Intermarium ed anglosfera

Nel 2021 il Sejm polacco approva una legge volta a raddoppiare l’organico delle forze armate, trasformandole nel terzo esercito più grande della NATO, dopo quello statunitense e quello turco.
Jaroslaw Kaczynski – segretario del partito di governo Legge e Giustizia – per l’occasione commenta così: “Non permetteremo la restaurazione dell’Impero Russo“.
Non che ci fosse bisogno di questa dichiarazione per capire il carattere anti-russo di questa nuova proposta. Ma è uno sviluppo emblematico del modo in cui si è evoluta la NATO, sul ruolo che in essa ha il rapporto tra Europa centro-occidentale e Russia; e sul ruolo che invece hanno assunto la Polonia, i baltici ed altri paesi dell’Est Europa.

L’Europa occidentale – con la fine della guerra fredda, l’ascesa della Cina e lo sviluppo del mondo multipolare – sviluppa rapidamente priorità ed interessi strategici divergenti da quelli dell’anglosfera.
Questo fatto diventa chiaro con l’invasione americana dell’Iraq nel 2003, occasione in cui pressoché tutti i governi europei criticano fortemente la decisione dell’amministrazione Bush di andare in guerra unilateralmente senza un mandato del Consiglio di Sicurezza delle Nazioni Unite, dando vita alla prima grande crisi transatlantica dalla fine della guerra fredda. E’ emblematico che in questo caso, l’unico paese non appartenente ai Five Eyes (che preferiamo chiamare anglosfera) a partecipare attivamente all’invasione dell’Iraq sia proprio la Polonia.

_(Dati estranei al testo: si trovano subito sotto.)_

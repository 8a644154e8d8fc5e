package propagation

import (
	"math"
	"sync"
	"testing"

	"slantwise/orbit/unit"
)

// climateAt returns an invented site's climate: rain, cloud and vapour of a middling
// size, so that every part of a path has something to do.
func climateAt(latitudeDeg, heightKm float64) Climate {
	rate, rainHeight, wet := RainRate(40), 4*unit.Kilometre, 60.0
	cloud, err := NewCurve("cloud", "kg/m2", Exceeded{1 * Percent, 1.2}, Exceeded{5 * Percent, 0.5}, Exceeded{50 * Percent, 0.02})
	if err != nil {
		panic(err)
	}
	vapour, err := NewCurve("vapour", "kg/m2", Exceeded{1 * Percent, 38}, Exceeded{5 * Percent, 30}, Exceeded{50 * Percent, 16})
	if err != nil {
		panic(err)
	}
	return Climate{Latitude: unit.Angle(latitudeDeg) * unit.Degree, Height: unit.Length(heightKm) * unit.Kilometre, Season: Summer,
		Vapour: vapour, Rate001: &rate, RainHeight: &rainHeight, CloudWater: cloud, WetRefractivity: &wet}
}

func dish(m float64) *Aperture { return &Aperture{Diameter: unit.Length(m), Efficiency: 0.6} }

// pathCases are paths that reach every part, branch and kink between them.
func pathCases() []struct {
	name string
	spec PathSpec
} {
	low := climateAt(52, 0.1)
	low.LowPath = &LowPath{GradientExceeded: 10 * Percent}
	return []struct {
		name string
		spec PathSpec
	}{
		{"X band", PathSpec{Frequency: 8.2 * unit.Gigahertz, Climate: climateAt(58, 0.05), Exceedance: 1 * Percent, Tilt: 45 * unit.Degree, Aperture: dish(3.7)}},
		{"Ka band, tropics, rare", PathSpec{Frequency: 26.25 * unit.Gigahertz, Climate: climateAt(3, 0.2), Exceedance: 0.01 * Percent, Tilt: 45 * unit.Degree, Aperture: dish(5)}},
		{"Ka band, large dish", PathSpec{Frequency: 32 * unit.Gigahertz, Climate: climateAt(-35, 1.1), Exceedance: 0.1 * Percent, Aperture: dish(34)}},
		{"oxygen band", PathSpec{Frequency: 58 * unit.Gigahertz, Climate: climateAt(30, 0), Exceedance: 5 * Percent, Aperture: dish(0.5)}},
		{"UHF", PathSpec{Frequency: 437 * unit.Megahertz, Climate: climateAt(48, 0.4), Exceedance: 10 * Percent, Tilt: 45 * unit.Degree, Aperture: dish(2)}},
		{"S band, mountain, older editions", PathSpec{Frequency: 2.2 * unit.Gigahertz, Climate: climateAt(40, 2.5), Exceedance: 1 * Percent,
			Editions: Editions{P618: 13, P676: 13, P840: 8}, Aperture: dish(13)}},
		{"low elevations by P.618 §2.4.2", PathSpec{Frequency: 20 * unit.Gigahertz, Climate: low, Exceedance: 0.5 * Percent, Aperture: dish(2.4)}},
		{"satellite at 500 km", PathSpec{Frequency: 8.2 * unit.Gigahertz, Climate: climateAt(58, 0.05), Exceedance: 1 * Percent, Aperture: dish(3.7), SatelliteHeight: 500 * unit.Kilometre}},
	}
}

// elevationsOf returns elevations from the path's horizon to 90°, dense at the
// bottom, and both sides of every break.
func elevationsOf(p *Path) []unit.Angle {
	lowest := p.Lowest().Degrees()
	var degs []float64
	count := 240
	if testing.Short() {
		count = 40
	}
	for i := range count + 1 {
		u := float64(i) / float64(count)
		degs = append(degs, lowest+(90-lowest)*u*u)
	}
	for _, b := range p.model.breaks() {
		degs = append(degs, b, math.Max(lowest, b-1e-6), math.Min(90, b+1e-6))
	}
	var els []unit.Angle
	for _, d := range degs {
		els = append(els, unit.Angle(d)*unit.Degree)
	}
	return els
}

// The oracle is the evaluation without tables; the bound is the one that Path states.
func TestPathTablesAgreeWithDirect(t *testing.T) {
	for _, c := range pathCases() {
		t.Run(c.name, func(t *testing.T) {
			p, err := NewPath(c.spec)
			if err != nil {
				t.Fatal(err)
			}
			var worst float64
			for _, el := range elevationsOf(p) {
				got, err := p.At(el)
				if err != nil {
					t.Fatal(err)
				}
				want, err := p.Direct(el)
				if err != nil {
					t.Fatal(err)
				}
				worst = math.Max(worst, compareSamples(t, el, got, want))
			}
			t.Logf("worst difference %.2g dB; horizon %.3f deg", worst, p.Lowest().Degrees())
		})
	}
}

func TestPathIsSafeForManyGoroutines(t *testing.T) {
	p, err := NewPath(kaPath())
	if err != nil {
		t.Fatal(err)
	}
	want, err := p.At(17 * unit.Degree)
	if err != nil {
		t.Fatal(err)
	}
	var group sync.WaitGroup
	for range 4 {
		group.Go(func() {
			for range 100 {
				if got, err := p.At(17 * unit.Degree); err != nil || got != want {
					t.Errorf("got %v, %v, want %v", got, err, want)
				}
				if _, err := p.Sky(17 * unit.Degree); err != nil {
					t.Error(err)
				}
			}
		})
	}
	group.Wait()
}

// Rays from under the horizontal have layers of their own, and each direct one costs
// milliseconds.
func TestPathBelowTheHorizontal(t *testing.T) {
	spec := PathSpec{Frequency: 8.2 * unit.Gigahertz, Climate: climateAt(40, 2.5), Exceedance: 1 * Percent, Aperture: dish(3)}
	above, err := NewPath(spec)
	if err != nil {
		t.Fatal(err)
	}
	spec.BelowHorizontal = true
	p, err := NewPath(spec)
	if err != nil {
		t.Fatal(err)
	}
	if !(p.Lowest() < above.Lowest()-1*unit.Degree) {
		t.Errorf("lowest %.3f deg, without these rays %.3f deg", p.Lowest().Degrees(), above.Lowest().Degrees())
	}
	for _, el := range []unit.Angle{p.Lowest(), -2.5 * unit.Degree, -1.7 * unit.Degree, -1 * unit.Degree, above.Lowest() - 1e-6, above.Lowest(), 3 * unit.Degree} {
		got, err := p.At(el)
		if err != nil {
			t.Fatal(err)
		}
		want, err := p.Direct(el)
		if err != nil {
			t.Fatal(err)
		}
		compareSamples(t, el, got, want)
	}
}

func compareSamples(t *testing.T, el unit.Angle, got, want Sample) (worst float64) {
	t.Helper()
	for _, q := range []struct {
		part      string
		got, want unit.DB
	}{
		{"gas", got.Gas, want.Gas}, {"clear gas", got.ClearGas, want.ClearGas}, {"cloud", got.Cloud, want.Cloud}, {"rain", got.Rain, want.Rain},
		{"scintillation", got.Scintillation, want.Scintillation}, {"combination", got.Combination, want.Combination}, {"total", got.Total, want.Total},
	} {
		d := math.Abs(float64(q.got - q.want))
		bound := 1e-4 + math.Max(0, float64(q.want)-100)*1e-6
		if !(d <= bound) {
			t.Errorf("%s at %.7f deg: table %.7f dB, direct %.7f dB, difference %.2g over %.2g", q.part, el.Degrees(), q.got, q.want, d, bound)
		}
		worst = math.Max(worst, d)
	}
	return worst
}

Diventa ancora più chiaro dopo la crisi finanziaria del 2008, causata dagli USA ma estremamente sentita in Europa (soprattutto meridionale). Dopo questa crisi inizia la “competizione sistemica” tra USA e Cina, con quest’ultima che – rafforzatasi in quasi 20 anni di apertura e riforma economica – vede finalmente l’occasione per, usando le parole pronunciate dallo stratega navale Alfred T. Mahan nel 1900: “Chiedere la sua fetta di torta“. Sono gli anni dell’embargo non dichiarato sulle terre rare cinesi , della nascita dei BRICS come forum internazionale e dell’elezione a segretario di Xi Jinping, che inizierà subito ad elaborare la sua grande strategia: La nuova via della seta, con partner naturale l’Europa.
Laddove l’Europa, anche a livello del decisore politico, vede – pur con diffidenza – nella Cina un forte veicolo di sviluppo economico, gli USA iniziano ad elaborare una dottrina di containment e rollback, dando lentamente inizio ad una nuova guerra fredda. E’ il Pivot to Asia dell’amministrazione Obama, nel cui quadro avvengono molteplici iniziative militari, bilaterali e multilaterali. La spaccatura su questo dossier con l’Europa continentale diventa più che mai evidente nel caso dell’accordo AUKUS sui sottomarini nucleari.

Come ben sappiamo, però, l’Europa non ha (ancora, purtroppo) un’unità d’intenti strategici nei confronti degli altri due grandi poli che si sono formati, ne in generale nei confronti delle sue aree di interesse strategico.

Il primo nodo da sciogliere è quello del rapporto tra UE (che troppi si ostinano a chiamare, erroneamente, Europa) e Russia: Quando – dopo la fine della guerra fredda – l’allargamento ad Est dell’Unione non ha portato alla creazione di una vera identità politica e strategica europea, ma si è rilevato semplicemente un allargamento ad Est del ramo “pubbliche relazioni” della NATO, il rapporto con la Russia è stato incrinato pesantemente.

Di conseguenza, dopo ulteriori tentativi di espansione della NATO e balcanizzazione della Russia, abbiamo ottenuto la guerra in Georgia e la guerra in Ucraina.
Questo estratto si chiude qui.